_What to work on_
Every line below that holds "utils" must be copied.

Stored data
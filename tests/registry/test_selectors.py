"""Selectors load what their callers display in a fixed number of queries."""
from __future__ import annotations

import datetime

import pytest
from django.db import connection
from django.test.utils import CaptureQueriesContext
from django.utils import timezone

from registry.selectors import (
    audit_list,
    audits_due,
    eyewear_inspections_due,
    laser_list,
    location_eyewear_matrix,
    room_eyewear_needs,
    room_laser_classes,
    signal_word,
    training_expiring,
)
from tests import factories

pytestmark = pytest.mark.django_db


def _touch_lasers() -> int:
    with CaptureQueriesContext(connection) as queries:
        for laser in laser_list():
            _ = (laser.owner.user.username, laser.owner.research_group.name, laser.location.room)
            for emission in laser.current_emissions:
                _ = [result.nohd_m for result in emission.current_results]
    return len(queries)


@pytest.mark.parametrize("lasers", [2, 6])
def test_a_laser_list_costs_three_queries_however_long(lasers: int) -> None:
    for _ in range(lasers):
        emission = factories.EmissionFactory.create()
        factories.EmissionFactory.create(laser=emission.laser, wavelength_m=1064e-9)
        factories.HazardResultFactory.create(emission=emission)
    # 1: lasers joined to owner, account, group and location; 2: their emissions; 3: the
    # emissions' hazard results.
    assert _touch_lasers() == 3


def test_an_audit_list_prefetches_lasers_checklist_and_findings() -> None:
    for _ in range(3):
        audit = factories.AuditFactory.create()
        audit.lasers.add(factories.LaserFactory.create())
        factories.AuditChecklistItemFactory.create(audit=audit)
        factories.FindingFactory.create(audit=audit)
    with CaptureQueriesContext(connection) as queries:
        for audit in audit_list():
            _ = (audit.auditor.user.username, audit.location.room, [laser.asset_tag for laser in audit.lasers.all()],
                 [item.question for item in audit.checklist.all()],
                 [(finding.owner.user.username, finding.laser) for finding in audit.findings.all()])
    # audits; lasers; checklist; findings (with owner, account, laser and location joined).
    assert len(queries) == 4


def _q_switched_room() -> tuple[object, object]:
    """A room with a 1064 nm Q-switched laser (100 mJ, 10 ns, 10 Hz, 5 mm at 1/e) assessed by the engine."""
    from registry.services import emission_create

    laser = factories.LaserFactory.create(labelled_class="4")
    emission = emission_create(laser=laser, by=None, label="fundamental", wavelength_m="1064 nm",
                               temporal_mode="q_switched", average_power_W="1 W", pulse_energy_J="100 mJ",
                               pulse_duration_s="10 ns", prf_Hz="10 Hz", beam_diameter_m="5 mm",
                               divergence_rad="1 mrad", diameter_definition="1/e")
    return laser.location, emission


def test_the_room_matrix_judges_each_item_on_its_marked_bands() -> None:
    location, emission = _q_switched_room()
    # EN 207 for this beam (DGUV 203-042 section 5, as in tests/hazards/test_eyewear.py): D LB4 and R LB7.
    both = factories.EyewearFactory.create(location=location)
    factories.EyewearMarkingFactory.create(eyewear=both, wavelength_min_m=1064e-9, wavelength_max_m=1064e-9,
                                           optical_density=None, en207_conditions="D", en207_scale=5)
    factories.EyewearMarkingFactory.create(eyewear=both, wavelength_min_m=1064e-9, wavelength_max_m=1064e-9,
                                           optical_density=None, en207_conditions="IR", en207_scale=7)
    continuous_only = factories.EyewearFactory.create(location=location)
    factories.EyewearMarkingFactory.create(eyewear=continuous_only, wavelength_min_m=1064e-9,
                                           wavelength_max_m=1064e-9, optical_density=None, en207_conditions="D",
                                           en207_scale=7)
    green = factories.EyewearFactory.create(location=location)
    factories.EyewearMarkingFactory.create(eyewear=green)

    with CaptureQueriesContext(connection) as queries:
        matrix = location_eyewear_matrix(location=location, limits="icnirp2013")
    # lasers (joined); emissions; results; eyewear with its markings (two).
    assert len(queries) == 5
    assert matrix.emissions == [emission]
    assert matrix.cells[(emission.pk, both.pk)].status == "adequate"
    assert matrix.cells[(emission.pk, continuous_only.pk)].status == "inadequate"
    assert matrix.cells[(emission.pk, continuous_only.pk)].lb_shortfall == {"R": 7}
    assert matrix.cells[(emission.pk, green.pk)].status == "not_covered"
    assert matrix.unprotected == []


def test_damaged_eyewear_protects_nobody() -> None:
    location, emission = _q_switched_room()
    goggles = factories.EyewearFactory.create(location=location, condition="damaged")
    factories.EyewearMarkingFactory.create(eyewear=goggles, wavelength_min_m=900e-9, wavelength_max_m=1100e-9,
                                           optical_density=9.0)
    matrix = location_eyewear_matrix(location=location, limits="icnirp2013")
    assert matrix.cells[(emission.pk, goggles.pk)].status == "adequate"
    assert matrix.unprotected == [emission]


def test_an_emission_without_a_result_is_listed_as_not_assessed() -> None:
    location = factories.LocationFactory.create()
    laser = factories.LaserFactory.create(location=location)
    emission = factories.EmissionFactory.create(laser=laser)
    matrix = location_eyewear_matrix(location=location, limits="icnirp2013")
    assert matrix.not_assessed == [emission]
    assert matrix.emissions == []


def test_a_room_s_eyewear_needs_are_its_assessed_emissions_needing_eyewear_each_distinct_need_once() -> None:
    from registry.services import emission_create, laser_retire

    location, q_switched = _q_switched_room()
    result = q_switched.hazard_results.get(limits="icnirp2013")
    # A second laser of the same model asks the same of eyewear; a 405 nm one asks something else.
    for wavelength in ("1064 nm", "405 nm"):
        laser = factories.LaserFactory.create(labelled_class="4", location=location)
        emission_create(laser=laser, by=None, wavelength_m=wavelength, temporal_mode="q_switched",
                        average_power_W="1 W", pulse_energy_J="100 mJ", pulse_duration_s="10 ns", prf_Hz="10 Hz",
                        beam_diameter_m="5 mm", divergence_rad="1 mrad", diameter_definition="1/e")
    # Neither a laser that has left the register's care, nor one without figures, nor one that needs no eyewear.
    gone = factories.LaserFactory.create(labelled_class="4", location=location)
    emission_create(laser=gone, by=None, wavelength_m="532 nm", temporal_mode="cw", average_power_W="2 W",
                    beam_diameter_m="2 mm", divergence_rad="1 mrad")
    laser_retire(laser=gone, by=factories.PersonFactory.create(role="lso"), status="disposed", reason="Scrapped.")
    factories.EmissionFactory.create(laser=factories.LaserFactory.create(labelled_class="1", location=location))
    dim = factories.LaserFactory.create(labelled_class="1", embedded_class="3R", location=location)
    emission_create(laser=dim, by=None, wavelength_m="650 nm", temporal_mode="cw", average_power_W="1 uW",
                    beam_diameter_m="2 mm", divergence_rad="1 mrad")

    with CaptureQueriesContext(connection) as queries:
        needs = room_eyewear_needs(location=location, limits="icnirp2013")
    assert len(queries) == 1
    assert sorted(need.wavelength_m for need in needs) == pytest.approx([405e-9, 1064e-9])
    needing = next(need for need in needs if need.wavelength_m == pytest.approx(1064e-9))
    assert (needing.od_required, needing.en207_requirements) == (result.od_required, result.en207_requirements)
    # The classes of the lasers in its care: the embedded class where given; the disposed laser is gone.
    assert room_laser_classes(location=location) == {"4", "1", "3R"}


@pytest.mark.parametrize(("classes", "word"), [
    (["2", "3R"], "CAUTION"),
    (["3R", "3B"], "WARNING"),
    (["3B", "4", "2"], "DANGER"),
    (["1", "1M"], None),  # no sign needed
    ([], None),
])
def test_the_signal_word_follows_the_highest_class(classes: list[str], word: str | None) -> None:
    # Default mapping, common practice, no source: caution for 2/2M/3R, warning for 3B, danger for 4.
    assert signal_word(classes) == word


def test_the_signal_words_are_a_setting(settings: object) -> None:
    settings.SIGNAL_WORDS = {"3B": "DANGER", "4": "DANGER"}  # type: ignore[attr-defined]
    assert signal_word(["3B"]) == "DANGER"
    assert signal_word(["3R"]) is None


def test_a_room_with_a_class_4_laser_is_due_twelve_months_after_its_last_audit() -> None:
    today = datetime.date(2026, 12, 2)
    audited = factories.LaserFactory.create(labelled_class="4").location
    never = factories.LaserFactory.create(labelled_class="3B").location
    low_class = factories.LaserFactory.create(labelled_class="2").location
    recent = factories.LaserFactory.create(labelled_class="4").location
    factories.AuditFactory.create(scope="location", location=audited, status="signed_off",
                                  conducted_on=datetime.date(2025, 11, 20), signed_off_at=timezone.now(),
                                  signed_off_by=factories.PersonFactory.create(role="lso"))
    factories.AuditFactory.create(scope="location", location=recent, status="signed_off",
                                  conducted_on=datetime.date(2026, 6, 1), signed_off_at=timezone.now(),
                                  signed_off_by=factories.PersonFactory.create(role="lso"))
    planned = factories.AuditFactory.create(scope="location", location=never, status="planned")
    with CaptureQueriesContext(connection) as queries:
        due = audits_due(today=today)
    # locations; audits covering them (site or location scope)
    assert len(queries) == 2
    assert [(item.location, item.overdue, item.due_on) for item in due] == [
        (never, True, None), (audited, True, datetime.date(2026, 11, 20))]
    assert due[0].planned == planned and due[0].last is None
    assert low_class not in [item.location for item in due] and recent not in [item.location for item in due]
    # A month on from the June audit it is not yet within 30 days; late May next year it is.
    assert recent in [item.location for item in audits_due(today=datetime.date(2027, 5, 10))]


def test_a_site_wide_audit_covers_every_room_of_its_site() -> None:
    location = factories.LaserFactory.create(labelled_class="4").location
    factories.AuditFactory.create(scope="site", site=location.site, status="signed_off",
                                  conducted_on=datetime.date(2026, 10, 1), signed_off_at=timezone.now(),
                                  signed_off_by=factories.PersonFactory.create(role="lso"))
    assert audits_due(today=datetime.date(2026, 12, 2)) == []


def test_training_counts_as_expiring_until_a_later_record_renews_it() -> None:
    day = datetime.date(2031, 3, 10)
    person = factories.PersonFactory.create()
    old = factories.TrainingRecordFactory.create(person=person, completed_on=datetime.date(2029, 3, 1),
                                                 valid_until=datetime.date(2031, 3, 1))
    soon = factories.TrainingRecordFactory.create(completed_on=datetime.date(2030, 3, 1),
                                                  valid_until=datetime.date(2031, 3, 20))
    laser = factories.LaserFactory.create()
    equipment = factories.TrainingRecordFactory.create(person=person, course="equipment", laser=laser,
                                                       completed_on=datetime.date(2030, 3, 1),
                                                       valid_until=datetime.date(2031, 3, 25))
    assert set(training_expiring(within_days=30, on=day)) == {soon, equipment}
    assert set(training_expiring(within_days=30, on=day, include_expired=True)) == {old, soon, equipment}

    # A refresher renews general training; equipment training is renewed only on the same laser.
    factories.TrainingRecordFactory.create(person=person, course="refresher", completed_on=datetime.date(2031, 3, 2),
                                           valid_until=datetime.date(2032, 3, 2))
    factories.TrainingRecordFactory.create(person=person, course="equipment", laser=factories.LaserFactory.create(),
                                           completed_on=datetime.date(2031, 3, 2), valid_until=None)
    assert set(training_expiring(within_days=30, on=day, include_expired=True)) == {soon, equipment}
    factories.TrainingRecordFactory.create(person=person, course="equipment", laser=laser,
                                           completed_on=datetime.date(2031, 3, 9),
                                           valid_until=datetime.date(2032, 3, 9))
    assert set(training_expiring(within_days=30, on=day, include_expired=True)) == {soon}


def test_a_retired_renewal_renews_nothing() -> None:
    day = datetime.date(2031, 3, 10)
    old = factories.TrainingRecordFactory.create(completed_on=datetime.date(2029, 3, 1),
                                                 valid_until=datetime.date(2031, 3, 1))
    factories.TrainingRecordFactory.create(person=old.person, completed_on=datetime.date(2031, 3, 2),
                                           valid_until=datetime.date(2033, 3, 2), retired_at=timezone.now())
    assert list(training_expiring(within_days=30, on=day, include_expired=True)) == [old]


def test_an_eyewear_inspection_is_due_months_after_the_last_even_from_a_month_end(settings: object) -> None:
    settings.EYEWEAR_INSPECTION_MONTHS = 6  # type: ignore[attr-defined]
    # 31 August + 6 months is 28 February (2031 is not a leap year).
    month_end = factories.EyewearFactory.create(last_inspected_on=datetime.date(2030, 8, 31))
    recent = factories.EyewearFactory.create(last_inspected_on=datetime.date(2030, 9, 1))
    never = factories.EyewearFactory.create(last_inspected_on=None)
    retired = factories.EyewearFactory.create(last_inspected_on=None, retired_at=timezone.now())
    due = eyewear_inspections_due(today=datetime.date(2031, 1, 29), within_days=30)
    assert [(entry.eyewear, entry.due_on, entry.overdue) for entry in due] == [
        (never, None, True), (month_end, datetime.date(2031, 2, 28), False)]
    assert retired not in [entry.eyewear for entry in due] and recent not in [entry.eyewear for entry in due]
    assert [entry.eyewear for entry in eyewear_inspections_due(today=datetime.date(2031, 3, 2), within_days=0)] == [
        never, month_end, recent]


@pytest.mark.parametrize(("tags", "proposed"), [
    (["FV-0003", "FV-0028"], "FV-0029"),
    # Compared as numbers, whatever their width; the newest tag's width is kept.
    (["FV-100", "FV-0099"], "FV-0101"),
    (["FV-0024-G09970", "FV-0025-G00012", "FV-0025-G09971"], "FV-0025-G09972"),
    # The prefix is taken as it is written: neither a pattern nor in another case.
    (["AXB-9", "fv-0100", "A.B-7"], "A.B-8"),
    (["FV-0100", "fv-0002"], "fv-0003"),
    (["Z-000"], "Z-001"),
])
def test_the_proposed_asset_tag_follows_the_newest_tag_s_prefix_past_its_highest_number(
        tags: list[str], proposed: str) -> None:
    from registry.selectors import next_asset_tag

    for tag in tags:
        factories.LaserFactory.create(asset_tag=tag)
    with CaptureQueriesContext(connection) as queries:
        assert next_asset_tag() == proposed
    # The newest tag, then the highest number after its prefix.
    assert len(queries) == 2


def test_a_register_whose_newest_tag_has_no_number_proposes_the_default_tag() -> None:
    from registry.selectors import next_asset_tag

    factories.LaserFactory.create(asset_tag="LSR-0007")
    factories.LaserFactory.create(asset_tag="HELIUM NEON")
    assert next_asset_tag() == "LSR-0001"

_Written response_
from django.test.utils import CaptureQueriesContext
from django.utils import timezone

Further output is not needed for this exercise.